The problem is serialization. Although all tiles launch in parallel and perform their local scans concurrently, the algorithm imposes a strict dependency chain between tiles. Each tile must wait for tile $i - 1$ to publish its inclusive prefix before it can add that prefix to its local scan results, compute its own inclusive prefix, and make it visible to the next tile. This turns the inter-tile prefix propagation into a serialized critical path, effectively negating global parallelism.
Decoupled Lookback: Breaking the Chain
The chained scan’s fatal flaw is that tiles wait for complete prefix information before they can finish. The decoupled lookback algorithm, introduced by Merrill and Garland (2016), breaks this dependency by publishing partial information immediately.
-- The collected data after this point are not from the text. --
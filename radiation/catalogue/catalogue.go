// Package catalogue reads the tables built into the program and finds their
// entries by the words people use for them. Every table is a CSV file with a
// header line; an entry is known by its id and by its name.
package catalogue

import (
	"crypto/sha256"
	"encoding/csv"
	"encoding/hex"
	"fmt"
	"slices"
	"strconv"
	"strings"
	"unicode"
)

// Row is one line of a table, its fields known by the header of their column.
type Row struct {
	line   int
	fields []string
	column map[string]int
}

// Read parses a table whose first line names the columns.
func Read(table string) ([]Row, error) {
	records, err := csv.NewReader(strings.NewReader(table)).ReadAll()
	if err != nil {
		return nil, fmt.Errorf("read table: %w", err)
	}
	if len(records) == 0 {
		return nil, fmt.Errorf("read table: it has no header line")
	}
	column := make(map[string]int)
	for i, name := range records[0] {
		column[name] = i
	}
	rows := make([]Row, 0, len(records)-1)
	for i, fields := range records[1:] {
		rows = append(rows, Row{line: i + 2, fields: fields, column: column})
	}
	return rows, nil
}

// Text is the field of a column; a column that the table lacks is empty.
func (r Row) Text(column string) string {
	i, ok := r.column[column]
	if !ok {
		return ""
	}
	return r.fields[i]
}

// Number is the number in a column. An empty field is no number and no error.
func (r Row) Number(column string) (value float64, given bool, err error) {
	text := r.Text(column)
	if text == "" {
		return 0, false, nil
	}
	value, err = strconv.ParseFloat(text, 64)
	if err != nil {
		return 0, false, fmt.Errorf("table record %d, column %s: %q is not a number", r.line, column, text)
	}
	return value, true, nil
}

// Version identifies the content of a table: the first twelve digits of its
// SHA-256 in hexadecimal.
func Version(table string) string {
	sum := sha256.Sum256([]byte(table))
	return hex.EncodeToString(sum[:])[:12]
}

// Find looks an entry up among n: by its id, by its whole name, or as the only
// entry whose name holds all the words, in any order. The function entry gives
// the id and the name of an entry. Case, punctuation, extra spaces and American
// spelling make no difference.
func Find(words string, n int, entry func(i int) (id, name string)) (index int, found bool) {
	names := make([]string, n)
	for i := range n {
		id, name := entry(i)
		if strings.EqualFold(strings.TrimSpace(words), id) {
			return i, true
		}
		names[i] = name
	}
	want := Normal(words)
	if i := slices.IndexFunc(names, func(name string) bool { return Normal(name) == want }); i >= 0 && want != "" {
		return i, true
	}
	if hold := Holding(words, names); len(hold) == 1 {
		return slices.Index(names, hold[0]), true
	}
	return 0, false
}

// Holding lists the names that hold all the words, whole and in any order.
func Holding(words string, names []string) (hold []string) {
	want := strings.Fields(Normal(words))
	if len(want) == 0 {
		return nil
	}
	for _, name := range names {
		has := strings.Fields(Normal(name))
		if !slices.ContainsFunc(want, func(w string) bool { return !slices.Contains(has, w) }) {
			hold = append(hold, name)
		}
	}
	return hold
}

// american lists the spellings that differ from those of the tables.
var american = map[string]string{
	"aluminum": "aluminium", "gray": "grey", "anodized": "anodised", "oxidized": "oxidised",
	"galvanized": "galvanised", "fiber": "fibre", "fiberglass": "fibreglass", "color": "colour",
}

// Normal reduces a name to what Find compares: lower case, words separated by
// single spaces, no punctuation, British spelling.
func Normal(name string) string {
	plain := strings.NewReplacer("²", "2", "³", "3", "µ", "u", "°", "").Replace(strings.ToLower(name))
	words := strings.FieldsFunc(plain, func(r rune) bool {
		return !unicode.IsLetter(r) && !unicode.IsDigit(r) && r != '.'
	})
	for i, w := range words {
		if british, ok := american[w]; ok {
			words[i] = british
		}
	}
	return strings.Join(words, " ")
}

// confidences from lowest to highest.
var confidences = []string{"low", "medium", "high"}

// LowerConfidence is the lower of two confidence words, "low", "medium" or
// "high". Any other word counts as lower than these.
func LowerConfidence(a, b string) string {
	if slices.Index(confidences, b) < slices.Index(confidences, a) {
		return b
	}
	return a
}
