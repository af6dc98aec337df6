package observe

import (
	"bufio"
	"bytes"
	"encoding/csv"
	"errors"
	"fmt"
	"io"
)

// maxRecord bounds one record, and with it the memory that a quote left open can take: everything up to the next
// quote belongs to one field.
const maxRecord = 1 << 20

const (
	adviceText  = "save the table as CSV in UTF-8, with commas between the columns"
	adviceQuote = "put a field that holds a \" in quotes and write it twice inside them"
	adviceWhole = "check that this is the right file and that it was written completely"
)

// headSize is how much of a file is looked at to tell what it is.
const headSize = 1 << 16

// openText looks at the start of r, refuses what is not comma-separated UTF-8 text, and returns a reader of records
// standing at the header.
func openText(r io.Reader, source string) (*csv.Reader, error) {
	buffered := bufio.NewReaderSize(newBounded(r, source), headSize)
	head, err := buffered.Peek(headSize)
	mark, err := checkHead(head, err, source)
	if err != nil {
		return nil, err
	}
	buffered.Discard(mark) // cannot fail: the bytes are in the buffer
	return newCSV(buffered), nil
}

// checkHead looks at the first headSize bytes of a file, or at those that came before err, and refuses what is not
// comma-separated UTF-8 text. It returns the length of the byte order mark, which may be 0.
func checkHead(head []byte, err error, source string) (int, error) {
	if err != nil && err != io.EOF && len(head) == 0 {
		return 0, readError(source, err)
	}
	if what, advice := notText(head); what != "" {
		return 0, &Error{File: source, What: what, Advice: advice}
	}
	text := bytes.TrimPrefix(head, []byte("\xef\xbb\xbf"))
	if what := notCommas(text); what != "" {
		return 0, &Error{File: source, What: what, Advice: adviceText}
	}
	return len(head) - len(text), nil
}

// newCSV returns a reader of records by the rules of the package: those of every table, however it is read.
func newCSV(r io.Reader) *csv.Reader {
	in := csv.NewReader(r)
	in.FieldsPerRecord = -1 // counted by checkRecord, which can say how many there should be
	in.ReuseRecord = true
	in.TrimLeadingSpace = true // or a quote after ", " would be an error; values are trimmed in any case
	return in
}

// notText names a file that is something other than text, by its first bytes.
func notText(head []byte) (what, advice string) {
	starts := func(mark string) bool { return bytes.HasPrefix(head, []byte(mark)) }
	switch {
	case len(head) == 0:
		return "the file is empty", adviceWhole
	case starts("\xff\xfe") || starts("\xfe\xff"), len(head) > 1 && (head[0] == 0) != (head[1] == 0):
		return "the file is UTF-16 text, and only UTF-8 is read", adviceText
	case starts("PK\x03\x04"):
		return "the file is a spreadsheet or a zip archive, not a CSV table", adviceText
	case starts("\x1f\x8b"):
		return "the file is compressed with gzip", "unpack it first"
	case bytes.IndexByte(head, 0) >= 0:
		return "the file holds NUL bytes, so it is not text", adviceText
	}
	return "", ""
}

// notCommas looks at the first line that is not blank and names a separator or a line end that is not read.
func notCommas(head []byte) string {
	head = bytes.TrimLeft(head, " \r\n")
	end := bytes.IndexByte(head, '\n')
	if end < 0 {
		end = len(head)
	}
	line := bytes.TrimRight(head[:end], "\r")
	count := map[byte]int{}
	quoted := false
	for _, c := range line {
		if c == '"' {
			quoted = !quoted
		} else if !quoted {
			count[c]++
		}
	}
	switch {
	case count['\r'] > 0:
		return "the lines end in carriage returns alone, which are not read"
	case count[';'] > count[',']:
		return "the columns are separated by semicolons, and only commas are read"
	case count['\t'] > count[',']:
		return "the columns are separated by tabs, and only commas are read"
	}
	return ""
}

// bounded passes bytes on until one record grows beyond maxRecord. It counts quotes as the CSV reader does for a
// file it accepts; where a stray quote makes the two differ, the CSV reader has an error of its own.
type bounded struct {
	from        io.Reader
	source      string
	line, start int // line being read, and line on which the record started
	size        int // bytes of the record so far
	quoted      bool
	err         error // kept: a buffer above may ask again
}

func newBounded(r io.Reader, source string) *bounded {
	return &bounded{from: r, source: source, line: 1, start: 1}
}

// Read passes on what from gives.
func (b *bounded) Read(p []byte) (int, error) {
	if b.err != nil {
		return 0, b.err
	}
	n, err := b.from.Read(p)
	b.err = err
	for i, c := range p[:n] {
		switch c {
		case '"':
			b.quoted = !b.quoted
		case '\n':
			b.line++
			if !b.quoted {
				b.size, b.start = 0, b.line
				continue
			}
		}
		if b.size++; b.size > maxRecord {
			b.err = b.tooLong()
			return i, b.err
		}
	}
	return n, err
}

func (b *bounded) tooLong() error {
	e := &Error{File: b.source, Line: b.start, Advice: adviceWhole,
		What: fmt.Sprintf("the line is longer than %d bytes, the most that is read", maxRecord)}
	if b.quoted {
		e.What = fmt.Sprintf("a quoted field is not closed within %d bytes", maxRecord)
		e.Advice = adviceQuote
	}
	return e
}

// readError places an error of the CSV reader, or of the reader below it, in the file.
func readError(source string, err error) error {
	var placed *Error
	if errors.As(err, &placed) {
		return placed
	}
	var parse *csv.ParseError
	if !errors.As(err, &parse) {
		return &Error{File: source, What: "cannot be read: " + err.Error(), Cause: err}
	}
	e := &Error{File: source, Line: parse.Line, Cause: err, Advice: adviceQuote}
	switch {
	case errors.Is(err, csv.ErrBareQuote):
		e.What = fmt.Sprintf("a \" at character %d stands inside a field that is not quoted", parse.Column)
	case errors.Is(err, csv.ErrQuote) && parse.StartLine != parse.Line:
		e.Line = parse.StartLine
		e.What = fmt.Sprintf("a quoted field is not closed properly by line %d", parse.Line)
	case errors.Is(err, csv.ErrQuote):
		e.What = fmt.Sprintf("a quoted field is not closed properly at character %d", parse.Column)
	default:
		e.What = parse.Err.Error()
	}
	return e
}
The key insight is that a tile can publish its local aggregate (the sum of just its elements) right after scanning, without waiting for any predecessor. Later tiles can use this partial information while looking backward for a complete prefix.
Three-state protocol
Each tile’s status progresses through three states:
INVALID -> Tile hasn't finished scanning yet
AGGREGATE -> Tile has published its local sum (no predecessor info)
PREFIX -> Tile has published its complete prefix (usable directly)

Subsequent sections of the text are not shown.